_PROBLEM REQUIREMENTS_:
Down to the last line, restate the material below exactly.

==============================

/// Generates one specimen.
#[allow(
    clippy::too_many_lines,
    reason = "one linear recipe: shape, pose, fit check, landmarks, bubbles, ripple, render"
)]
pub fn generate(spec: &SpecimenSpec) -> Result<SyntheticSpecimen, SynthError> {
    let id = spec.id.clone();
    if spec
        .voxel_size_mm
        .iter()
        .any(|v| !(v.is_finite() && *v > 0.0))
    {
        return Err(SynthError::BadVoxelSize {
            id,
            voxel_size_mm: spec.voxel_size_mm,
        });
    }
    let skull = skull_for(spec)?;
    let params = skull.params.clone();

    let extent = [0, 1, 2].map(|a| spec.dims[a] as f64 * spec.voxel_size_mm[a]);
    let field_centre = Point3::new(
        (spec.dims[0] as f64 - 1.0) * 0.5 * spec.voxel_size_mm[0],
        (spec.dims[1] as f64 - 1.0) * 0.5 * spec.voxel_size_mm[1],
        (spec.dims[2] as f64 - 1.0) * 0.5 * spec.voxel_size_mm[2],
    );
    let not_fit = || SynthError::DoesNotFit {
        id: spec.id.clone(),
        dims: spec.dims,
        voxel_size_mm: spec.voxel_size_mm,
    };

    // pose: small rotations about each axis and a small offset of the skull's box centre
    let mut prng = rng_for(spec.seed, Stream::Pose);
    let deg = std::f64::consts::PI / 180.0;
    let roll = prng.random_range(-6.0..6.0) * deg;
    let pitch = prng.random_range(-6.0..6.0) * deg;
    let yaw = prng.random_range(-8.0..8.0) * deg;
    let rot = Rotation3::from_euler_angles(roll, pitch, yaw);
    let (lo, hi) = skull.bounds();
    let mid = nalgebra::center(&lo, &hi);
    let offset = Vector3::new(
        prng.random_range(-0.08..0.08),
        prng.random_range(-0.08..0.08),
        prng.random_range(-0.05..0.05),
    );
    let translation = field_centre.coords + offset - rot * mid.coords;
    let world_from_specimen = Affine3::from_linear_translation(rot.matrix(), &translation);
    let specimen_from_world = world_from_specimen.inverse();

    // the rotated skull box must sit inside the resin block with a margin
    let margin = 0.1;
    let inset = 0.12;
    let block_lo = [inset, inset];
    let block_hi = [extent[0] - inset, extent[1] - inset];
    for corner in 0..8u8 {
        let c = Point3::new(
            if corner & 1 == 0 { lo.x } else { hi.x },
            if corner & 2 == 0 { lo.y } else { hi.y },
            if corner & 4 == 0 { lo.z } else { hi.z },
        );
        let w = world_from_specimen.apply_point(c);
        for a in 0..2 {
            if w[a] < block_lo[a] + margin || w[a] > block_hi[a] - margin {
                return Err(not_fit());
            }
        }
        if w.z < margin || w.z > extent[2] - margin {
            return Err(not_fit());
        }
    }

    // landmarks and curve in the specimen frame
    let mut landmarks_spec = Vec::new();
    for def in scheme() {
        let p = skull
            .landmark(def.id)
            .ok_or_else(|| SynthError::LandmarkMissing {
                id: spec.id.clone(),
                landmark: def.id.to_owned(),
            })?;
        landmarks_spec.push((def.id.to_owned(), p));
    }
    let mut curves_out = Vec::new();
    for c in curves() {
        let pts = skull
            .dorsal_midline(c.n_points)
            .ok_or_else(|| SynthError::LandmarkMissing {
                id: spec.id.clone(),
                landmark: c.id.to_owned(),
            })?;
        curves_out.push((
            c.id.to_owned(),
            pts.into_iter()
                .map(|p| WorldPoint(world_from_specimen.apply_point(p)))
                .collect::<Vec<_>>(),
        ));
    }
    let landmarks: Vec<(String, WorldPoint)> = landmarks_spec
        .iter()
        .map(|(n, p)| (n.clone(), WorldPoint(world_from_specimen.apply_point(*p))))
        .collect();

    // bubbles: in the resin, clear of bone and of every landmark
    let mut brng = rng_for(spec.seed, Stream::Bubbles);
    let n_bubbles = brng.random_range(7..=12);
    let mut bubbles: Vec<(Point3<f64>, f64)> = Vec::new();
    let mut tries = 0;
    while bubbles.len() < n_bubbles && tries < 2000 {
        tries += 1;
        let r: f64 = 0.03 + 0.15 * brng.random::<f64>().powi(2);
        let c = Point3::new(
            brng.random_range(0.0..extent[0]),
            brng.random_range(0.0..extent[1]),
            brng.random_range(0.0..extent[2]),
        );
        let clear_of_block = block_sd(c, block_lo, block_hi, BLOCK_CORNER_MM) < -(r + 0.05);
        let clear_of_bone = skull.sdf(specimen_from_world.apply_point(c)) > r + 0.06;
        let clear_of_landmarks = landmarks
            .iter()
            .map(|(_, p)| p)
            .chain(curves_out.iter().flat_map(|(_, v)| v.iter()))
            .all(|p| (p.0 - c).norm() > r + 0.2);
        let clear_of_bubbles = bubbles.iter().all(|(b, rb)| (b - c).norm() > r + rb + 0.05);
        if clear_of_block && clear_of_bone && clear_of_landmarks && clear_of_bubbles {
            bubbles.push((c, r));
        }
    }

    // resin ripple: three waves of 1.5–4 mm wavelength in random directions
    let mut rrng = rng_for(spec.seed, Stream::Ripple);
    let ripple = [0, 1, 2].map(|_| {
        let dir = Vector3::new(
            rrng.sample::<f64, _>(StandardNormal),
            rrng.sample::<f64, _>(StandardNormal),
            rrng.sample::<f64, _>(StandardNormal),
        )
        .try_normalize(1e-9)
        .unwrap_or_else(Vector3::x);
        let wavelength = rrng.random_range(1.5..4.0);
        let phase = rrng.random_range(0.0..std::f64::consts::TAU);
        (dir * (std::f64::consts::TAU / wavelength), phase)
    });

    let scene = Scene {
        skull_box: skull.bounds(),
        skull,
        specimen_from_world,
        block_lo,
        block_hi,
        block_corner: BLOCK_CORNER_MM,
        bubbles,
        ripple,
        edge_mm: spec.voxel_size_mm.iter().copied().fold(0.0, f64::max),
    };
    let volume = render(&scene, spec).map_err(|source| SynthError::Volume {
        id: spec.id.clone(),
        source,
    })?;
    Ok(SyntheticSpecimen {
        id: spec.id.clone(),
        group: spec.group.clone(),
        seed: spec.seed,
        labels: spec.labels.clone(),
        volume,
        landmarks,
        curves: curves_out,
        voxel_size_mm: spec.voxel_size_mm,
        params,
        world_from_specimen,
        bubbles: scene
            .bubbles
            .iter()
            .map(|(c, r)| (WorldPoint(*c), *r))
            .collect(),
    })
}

==============================

_EXERCISE ANSWER_:
/// Generates one specimen.
#[allow(
    clippy::too_many_lines,
    reason = "one linear recipe: shape, pose, fit check, landmarks, bubbles, ripple, render"
)]
pub fn generate(spec: &SpecimenSpec) -> Result<SyntheticSpecimen, SynthError> {
    let id = spec.id.clone();
    if spec
        .voxel_size_mm
        .iter()
        .any(|v| !(v.is_finite() && *v > 0.0))
    {
        return Err(SynthError::BadVoxelSize {
            id,
            voxel_size_mm: spec.voxel_size_mm,
        });
    }
    let skull = skull_for(spec)?;
    let params = skull.params.clone();

    let extent = [0, 1, 2].map(|a| spec.dims[a] as f64 * spec.voxel_size_mm[a]);
    let field_centre = Point3::new(
        (spec.dims[0] as f64 - 1.0) * 0.5 * spec.voxel_size_mm[0],
        (spec.dims[1] as f64 - 1.0) * 0.5 * spec.voxel_size_mm[1],
        (spec.dims[2] as f64 - 1.0) * 0.5 * spec.voxel_size_mm[2],
    );
    let not_fit = || SynthError::DoesNotFit {
        id: spec.id.clone(),
        dims: spec.dims,
        voxel_size_mm: spec.voxel_size_mm,
    };

    // pose: small rotations about each axis and a small offset of the skull's box centre
    let mut prng = rng_for(spec.seed, Stream::Pose);
    let deg = std::f64::consts::PI / 180.0;
    let roll = prng.random_range(-6.0..6.0) * deg;
    let pitch = prng.random_range(-6.0..6.0) * deg;
    let yaw = prng.random_range(-8.0..8.0) * deg;
    let rot = Rotation3::from_euler_angles(roll, pitch, yaw);
    let (lo, hi) = skull.bounds();
    let mid = nalgebra::center(&lo, &hi);
    let offset = Vector3::new(
        prng.random_range(-0.08..0.08),
        prng.random_range(-0.08..0.08),
        prng.random_range(-0.05..0.05),
    );
    let translation = field_centre.coords + offset - rot * mid.coords;
    let world_from_specimen = Affine3::from_linear_translation(rot.matrix(), &translation);
    let specimen_from_world = world_from_specimen.inverse();

    // the rotated skull box must sit inside the resin block with a margin
    let margin = 0.1;
    let inset = 0.12;
    let block_lo = [inset, inset];
    let block_hi = [extent[0] - inset, extent[1] - inset];
    for corner in 0..8u8 {
        let c = Point3::new(
            if corner & 1 == 0 { lo.x } else { hi.x },
            if corner & 2 == 0 { lo.y } else { hi.y },
            if corner & 4 == 0 { lo.z } else { hi.z },
        );
        let w = world_from_specimen.apply_point(c);
        for a in 0..2 {
            if w[a] < block_lo[a] + margin || w[a] > block_hi[a] - margin {
                return Err(not_fit());
            }
        }
        if w.z < margin || w.z > extent[2] - margin {
            return Err(not_fit());
        }
    }

    // landmarks and curve in the specimen frame
    let mut landmarks_spec = Vec::new();
    for def in scheme() {
        let p = skull
            .landmark(def.id)
            .ok_or_else(|| SynthError::LandmarkMissing {
                id: spec.id.clone(),
                landmark: def.id.to_owned(),
            })?;
        landmarks_spec.push((def.id.to_owned(), p));
    }
    let mut curves_out = Vec::new();
    for c in curves() {
        let pts = skull
            .dorsal_midline(c.n_points)
            .ok_or_else(|| SynthError::LandmarkMissing {
                id: spec.id.clone(),
                landmark: c.id.to_owned(),
            })?;
        curves_out.push((
            c.id.to_owned(),
            pts.into_iter()
                .map(|p| WorldPoint(world_from_specimen.apply_point(p)))
                .collect::<Vec<_>>(),
        ));
    }
    let landmarks: Vec<(String, WorldPoint)> = landmarks_spec
        .iter()
        .map(|(n, p)| (n.clone(), WorldPoint(world_from_specimen.apply_point(*p))))
        .collect();

    // bubbles: in the resin, clear of bone and of every landmark
    let mut brng = rng_for(spec.seed, Stream::Bubbles);
    let n_bubbles = brng.random_range(7..=12);
    let mut bubbles: Vec<(Point3<f64>, f64)> = Vec::new();
    let mut tries = 0;
    while bubbles.len() < n_bubbles && tries < 2000 {
        tries += 1;
        let r: f64 = 0.03 + 0.15 * brng.random::<f64>().powi(2);
        let c = Point3::new(
            brng.random_range(0.0..extent[0]),
            brng.random_range(0.0..extent[1]),
            brng.random_range(0.0..extent[2]),
        );
        let clear_of_block = block_sd(c, block_lo, block_hi, BLOCK_CORNER_MM) < -(r + 0.05);
        let clear_of_bone = skull.sdf(specimen_from_world.apply_point(c)) > r + 0.06;
        let clear_of_landmarks = landmarks
            .iter()
            .map(|(_, p)| p)
            .chain(curves_out.iter().flat_map(|(_, v)| v.iter()))
            .all(|p| (p.0 - c).norm() > r + 0.2);
        let clear_of_bubbles = bubbles.iter().all(|(b, rb)| (b - c).norm() > r + rb + 0.05);
        if clear_of_block && clear_of_bone && clear_of_landmarks && clear_of_bubbles {
            bubbles.push((c, r));
        }
    }

    // resin ripple: three waves of 1.5–4 mm wavelength in random directions
    let mut rrng = rng_for(spec.seed, Stream::Ripple);
    let ripple = [0, 1, 2].map(|_| {
        let dir = Vector3::new(
            rrng.sample::<f64, _>(StandardNormal),
            rrng.sample::<f64, _>(StandardNormal),
            rrng.sample::<f64, _>(StandardNormal),
        )
        .try_normalize(1e-9)
        .unwrap_or_else(Vector3::x);
        let wavelength = rrng.random_range(1.5..4.0);
        let phase = rrng.random_range(0.0..std::f64::consts::TAU);
        (dir * (std::f64::consts::TAU / wavelength), phase)
    });

    let scene = Scene {
        skull_box: skull.bounds(),
        skull,
        specimen_from_world,
        block_lo,
        block_hi,
        block_corner: BLOCK_CORNER_MM,
        bubbles,
        ripple,
        edge_mm: spec.voxel_size_mm.iter().copied().fold(0.0, f64::max),
    };
    let volume = render(&scene, spec).map_err(|source| SynthError::Volume {
        id: spec.id.clone(),
        source,
    })?;
    Ok(SyntheticSpecimen {
        id: spec.id.clone(),
        group: spec.group.clone(),
        seed: spec.seed,
        labels: spec.labels.clone(),
        volume,
        landmarks,
        curves: curves_out,
        voxel_size_mm: spec.voxel_size_mm,
        params,
        world_from_specimen,
        bubbles: scene
            .bubbles
            .iter()
            .map(|(c, r)| (WorldPoint(*c), *r))
            .collect(),
    })
}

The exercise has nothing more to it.